Roma Review

Roma
In early 1970s Mexico City, a family and their two housekeepers live an ordinary life. When a series of events threatens to disrupt their existence, maid Cleo (Yalitza Aparicio) must preserve the peace, while also dealing with her own dilemmas.

by John Nugent |
Published on
Release Date:

14 Dec 2018

Original Title:

Roma

A post-apocalyptic future, a low-Earth orbit space station and a school for wizards: Alfonso Cuarón’s recent filmography has been, by any standard, pretty otherworldly. Roma is in every sense a more grounded affair for the director, a low-key domestic drama about an ordinary middle-class Mexican family in the 1970s. And yet, with a confidence and ambition that again solidifies his status in the very top tier of modern filmmakers, the director deftly sprinkles the magical into this astonishingly authentic, honest portrait of humans living and coexisting. Indeed, it might be his best film yet.

Roma

Set in the Roma district of Mexico City where the director grew up, and centred on a middle-class household that painfully recreates his own formative years, it is by all accounts deeply autobiographical. But in an act of artistic humility, Cuarón’s focus is not on a young Cuarón. Instead, it’s on Cleo (Yalitza Aparicio), one of two live-in maids for a busy, noisy, happy family of six. We learn her routine intimately, from the elegant opening titles of a driveway being mopped clean of dogshit (a pleasingly recurring motif), to the evening ritual of the four kids being lovingly put to bed.

It’s not hyperbolic to rate it among the most beautiful photography ever committed to screen.

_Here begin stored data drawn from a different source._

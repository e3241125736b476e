"""The scripts that start and check a checkout, run on a stand-in for it with a tiny package."""

import base64
import hashlib
import os
import shutil
import subprocess
import sys
import tempfile
import zipfile
from pathlib import Path

import pytest

CHECKOUT = Path(__file__).parent.parent.parent
SCRIPTS = [*sorted(CHECKOUT.glob("deploy/*.sh")), CHECKOUT / ".ci" / "run"]
PROGRAMS = ("sh", "basename", "cat", "date", "dirname", "ls", "mkdir", "rm")
NOBODY = 65534  # Common practice of Linux distributions, no source.
TELLS_ITS_ARGUMENTS = "import sys, tiny\nprint('served', tiny.__name__, sys.argv[1:])\n"


def test_the_scripts_pass_shellcheck():
    assert {path.name for path in SCRIPTS} >= {"start.sh", "test.sh", "environment.sh", "run"}
    run = subprocess.run(
        ["shellcheck", *SCRIPTS],
        cwd=CHECKOUT,
        env={**os.environ, "PATH": f"{Path(sys.executable).parent}:{os.environ['PATH']}"},
        capture_output=True,
        text=True,
        timeout=60,
    )
    assert run.stdout == ""
    assert run.returncode == 0


@pytest.fixture
def place():
    """Make a folder that other users may enter, unlike the temporary folders of pytest."""
    folder = Path(tempfile.mkdtemp(prefix="with spaces ")).resolve()
    folder.chmod(0o755)
    yield folder
    shutil.rmtree(folder)


@pytest.fixture
def checkout(place):
    """Stand in for the checkout: the scripts, a package `service`, locks of one tiny wheel."""
    checkout = place / "a checkout"
    shutil.copytree(CHECKOUT / "deploy", checkout / "deploy")
    (checkout / "service").mkdir()
    (checkout / "service" / "__main__.py").write_text(TELLS_ITS_ARGUMENTS)
    digest = hashlib.sha256(tiny_wheel(place).read_bytes()).hexdigest()
    (checkout / "deploy" / "requirements.lock").write_text(f"tiny==1.0 --hash=sha256:{digest}\n")
    return checkout


def tiny_wheel(folder):
    """Write a wheel of one empty module by the binary distribution format of Python packages."""
    files = {
        "tiny.py": "",
        "tiny-1.0.dist-info/METADATA": "Metadata-Version: 2.1\nName: tiny\nVersion: 1.0\n",
        "tiny-1.0.dist-info/WHEEL": (
            "Wheel-Version: 1.0\nRoot-Is-Purelib: true\nTag: py3-none-any\n"
        ),
    }
    rows = [f"{name},{recorded(text)},{len(text)}" for name, text in files.items()]
    rows.append("tiny-1.0.dist-info/RECORD,,")
    wheel = folder / "tiny-1.0-py3-none-any.whl"
    with zipfile.ZipFile(wheel, "w") as archive:
        for name, text in files.items():
            archive.writestr(name, text)
        archive.writestr("tiny-1.0.dist-info/RECORD", "\n".join(rows) + "\n")
    return wheel


def recorded(text):
    digest = hashlib.sha256(text.encode()).digest()
    return "sha256=" + base64.urlsafe_b64encode(digest).decode().rstrip("=")


@pytest.fixture
def programs(place):
    """Put only the programs that the scripts may use on a path, and what a test adds."""
    folder = place / "bin"
    folder.mkdir()
    for name in PROGRAMS:
        (folder / name).symlink_to(shutil.which(name))

    def adding(**scripts):
        for name, text in scripts.items():
            script = folder / name.replace("_", ".")
            script.write_text(f"#!/bin/sh\n{text}\n")
            script.chmod(0o755)
        return folder

    return adding


def start(checkout, path, *arguments, user=None, **environ):
    place = checkout.parent
    elsewhere = place / "elsewhere"
    elsewhere.mkdir(exist_ok=True)
    return subprocess.run(
        ["/bin/sh", checkout / "deploy" / "start.sh", *arguments],
        cwd=elsewhere,
        env={
            "PATH": str(path),
            "HOME": str(place / "home"),
            "PIP_NO_INDEX": "1",
            "PIP_FIND_LINKS": place.as_uri(),
            "UV_OFFLINE": "1",
            "UV_FIND_LINKS": place.as_uri(),
            **environ,
        },
        user=user,
        capture_output=True,
        text=True,
        timeout=120,
    )


def sentence(run):
    """Return the last sentence of a start that had to fail, without the name of the script."""
    assert run.returncode == 1
    assert "Traceback" not in run.stderr
    last = run.stderr.splitlines()[-1]
    assert last.startswith("start.sh: ")
    return last.removeprefix("start.sh: ")


# Answers the three questions of the scripts as an interpreter of that kind would.
OLD_PYTHON = 'case "$2" in *python_version*) echo 3.9.2;; *) exit 1;; esac'
PYTHON_WITHOUT_VENV = 'case "$2" in *ensurepip*) exit 1;; *%d.%d*) echo 3.12;; esac'


def test_an_old_python_is_named_with_what_is_needed(checkout, programs):
    said = sentence(start(checkout, programs(python3=OLD_PYTHON)))
    assert said == (
        "Python 3.11 or newer is needed, and python3 is 3.9.2 here: install a newer one beside it."
    )


def test_no_python_at_all_is_said(checkout, programs):
    assert "there is no python3 here" in sentence(start(checkout, programs()))


def test_a_newer_python_is_found_beside_an_old_one(checkout, programs):
    path = programs(python3=OLD_PYTHON, python3_12=PYTHON_WITHOUT_VENV)
    assert sentence(start(checkout, path)).startswith("Python 3.12 lacks its venv module")


def test_a_python_without_venv_is_told_the_package_to_install(checkout, programs):
    said = sentence(start(checkout, programs(python3=PYTHON_WITHOUT_VENV)))
    assert "on Debian or Ubuntu install the package python3.12-venv" in said


def test_a_read_only_checkout_puts_the_environment_into_the_state_folder(checkout, programs):
    state = checkout.parent / "state"
    state.mkdir()
    state.chmod(0o777)
    checkout.chmod(0o555)
    user = NOBODY if os.geteuid() == 0 else None  # Root may write everywhere.
    path = programs(python3=PYTHON_WITHOUT_VENV)
    run = start(checkout, path, user=user, XDG_STATE_HOME=str(state))
    assert f"Making the environment in {state}/rimeward/venv;" in run.stderr
    assert (state / "rimeward" / "venv").is_dir()
    assert not (checkout / ".venv").exists()
    checkout.chmod(0o755)


def test_no_place_to_write_is_said_with_the_remedy(checkout, programs):
    (checkout / ".venv").write_text("A file in the way.")
    (checkout.parent / "home").write_text("Another.")
    said = sentence(start(checkout, programs(python3=PYTHON_WITHOUT_VENV)))
    assert said.startswith("Neither ")
    assert said.endswith("set XDG_STATE_HOME to a folder that can.")


def test_a_folder_that_is_no_environment_is_left_alone(checkout, programs):
    (checkout / ".venv").mkdir()
    (checkout / ".venv" / "diary.txt").write_text("Dear diary")
    said = sentence(start(checkout, programs(python3=PYTHON_WITHOUT_VENV)))
    assert "something else than an environment" in said
    assert (checkout / ".venv" / "diary.txt").read_text() == "Dear diary"


def test_a_given_environment_is_used_as_it_stands(checkout, programs):
    (checkout / "service" / "__main__.py").write_text(
        "import os, sys\nprint(sys.argv[1:], sys.prefix, 'RIMEWARD_VENV' in os.environ)\n"
    )
    stray = checkout.parent / "elsewhere" / "service.py"
    stray.parent.mkdir()
    stray.write_text("print('The wrong module ran.')\n")
    run = start(checkout, programs(), "--port", "a b", RIMEWARD_VENV=sys.prefix)
    assert run.stdout == f"['serve', '--port', 'a b'] {sys.prefix} False\n"
    assert run.returncode == 0


def test_a_given_environment_without_python_is_refused(checkout, programs):
    run = start(checkout, programs(), RIMEWARD_VENV=str(checkout))
    assert "holds no bin/python of 3.11 or newer" in sentence(run)


def path_with(programs, *installers):
    path = programs(python3=f'exec {str(Path(sys.executable).resolve())!r} "$@"')
    for name in installers:
        found = shutil.which(name, path=f"{Path(sys.executable).parent}:{os.environ['PATH']}")
        if found is None:
            pytest.skip(f"{name} is not installed")
        (path / name).symlink_to(found)
    return path


@pytest.mark.slow
@pytest.mark.parametrize("installers", [(), ("uv",)], ids=["pip", "uv"])
def test_the_first_start_makes_the_environment_and_the_second_needs_no_installer(
    checkout, programs, installers
):
    path = path_with(programs, *installers)
    first = start(checkout, path, "--port", "0")
    assert "Making the environment in" in first.stderr
    assert first.stdout == "served tiny ['serve', '--port', '0']\n"
    for name in ("python3", *installers):
        (path / name).unlink()
    second = start(checkout, path)
    assert (second.stdout, second.stderr) == ("served tiny ['serve']\n", "")


@pytest.mark.slow
def test_a_changed_lock_is_installed_and_a_wrong_hash_is_refused(checkout, programs):
    path = path_with(programs)
    assert start(checkout, path).returncode == 0
    lock = checkout / "deploy" / "requirements.lock"
    lock.write_text(f"{lock.read_text()}# Renewed.\n")
    again = start(checkout, path)
    assert "Making the environment in" in again.stderr
    assert again.returncode == 0
    (installed,) = (checkout / ".venv").glob("lib/python*/site-packages/tiny-1.0.dist-info")
    shutil.rmtree(installed)
    lock.write_text(f"tiny==1.0 --hash=sha256:{'0' * 64}\n")
    refused = start(checkout, path)
    assert sentence(refused).startswith("The locked packages could not be installed.")
    assert refused.stdout == ""
    assert sentence(start(checkout, path)).startswith("The locked packages")


@pytest.fixture
def checks(checkout, programs):
    """Run test.sh with stand-ins for the tools; those named in `broken` fail."""
    venv = checkout.parent / "venv"
    (venv / "bin").mkdir(parents=True)
    (checkout / ".ci").mkdir()
    (checkout / ".ci" / "run").touch()
    for tool in ("ruff", "mypy", "lint-imports", "codespell", "shellcheck", "python"):
        script = venv / "bin" / tool
        script.write_text(
            f'#!/bin/sh\n[ "$1" = -c ] && exec {sys.executable!r} "$@"\n'
            f'echo "ran {tool} $*"\ncase "$BROKEN" in *{tool}*) exit 1;; esac\n'
        )
        script.chmod(0o755)

    def running(*arguments, broken=""):
        return subprocess.run(
            ["/bin/sh", checkout / "deploy" / "test.sh", *arguments],
            env={"PATH": str(programs()), "RIMEWARD_VENV": str(venv), "BROKEN": broken},
            capture_output=True,
            text=True,
            timeout=60,
        )

    return running


def test_every_check_runs_and_its_success_is_summed_up(checks):
    run = checks("tests/api", "-k", "a poll")
    assert run.returncode == 0
    ran = [line for line in run.stdout.splitlines() if line.startswith("ran ")]
    assert ran[:6] == [
        "ran ruff check .",
        "ran ruff format --check .",
        "ran mypy ",
        "ran lint-imports ",
        "ran codespell ",
        "ran shellcheck deploy/environment.sh deploy/lock.sh deploy/start.sh deploy/test.sh"
        " .ci/run",
    ]
    assert ran[6].endswith("-m not long and not bench -r fEs tests/api -k a poll")
    assert run.stdout.splitlines()[-1].startswith("test.sh: every check passed in ")


def test_a_failed_check_stops_no_other_and_fails_the_whole(checks):
    run = checks(broken="mypy python")
    assert run.returncode == 1
    assert run.stdout.count("\nran ") == 7
    assert run.stdout.splitlines()[-1].endswith(" s: mypy, pytest")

Sometimes in these early moments, it feels like nothing happens at all. One sweetly realised scene sees the family literally just watch TV. Cleo joins them, maternally cuddling one of the kids and sharing in the simple joy — at least until told to clear the plates away. There’s a dash of Upstairs, Downstairs in the contrasts of class and race, but Cuarón never condescends and recognises the nuance in that relationship: even as she occasionally reproaches her employee, the mother Sofía (Marina de Tavira) always acknowledges Cleo’s importance to the family.

It’s shot in black-and-white, which at first glance lends it a classical and neorealist feel. There’s undoubtedly a conscious influence of Fellini — his flair, flamboyancy and profound sense of feeling is all there. (By neat coincidence the Italian master also made a semi-autobiographical film called Roma.) But the monochrome here is less nostalgic affectation, more thrilling innovation. Each frame is crisp and rich, using a high dynamic range and an unusually deep depth of field. The effect is jaw-dropping. It’s not hyperbolic to rate it as being among the most beautiful photography ever committed to screen. Life spills into the frame, from the comforting familiarity of the family home (where a fixed camera pans gracefully between rooms, like an unjudging observer) to the dazzling later set-pieces as the pace picks up (a forest fire, a student riot, a beach accident). The camerawork makes everything feel hyper-real: like a memory, more dream than documentary.

Cuarón has always loved challenging the boundaries of technical innovation — his favourite flourish, the unbroken single-take, is present and correct here — but, more so than in the flashier Gravity or grittier Children Of Men, this has real soul to it. Aided in no small part by Aparicio’s stunning debut performance, there is

a devastating emotional coda that will wrongfoot you, and still leave you feeling buoyant. Perhaps Roma’s most impressive feat is its humanism: its understanding of the chaos of life, and its unerring respect for those who meet that chaos with love. Really, Roma feels like a celebration of what it means to feel alive.

Pairing thrilling technical prowess with profound artistic vision, Alfonso Cuarón has made a masterpiece, at once understated and otherworldly. We need more filmmakers like him.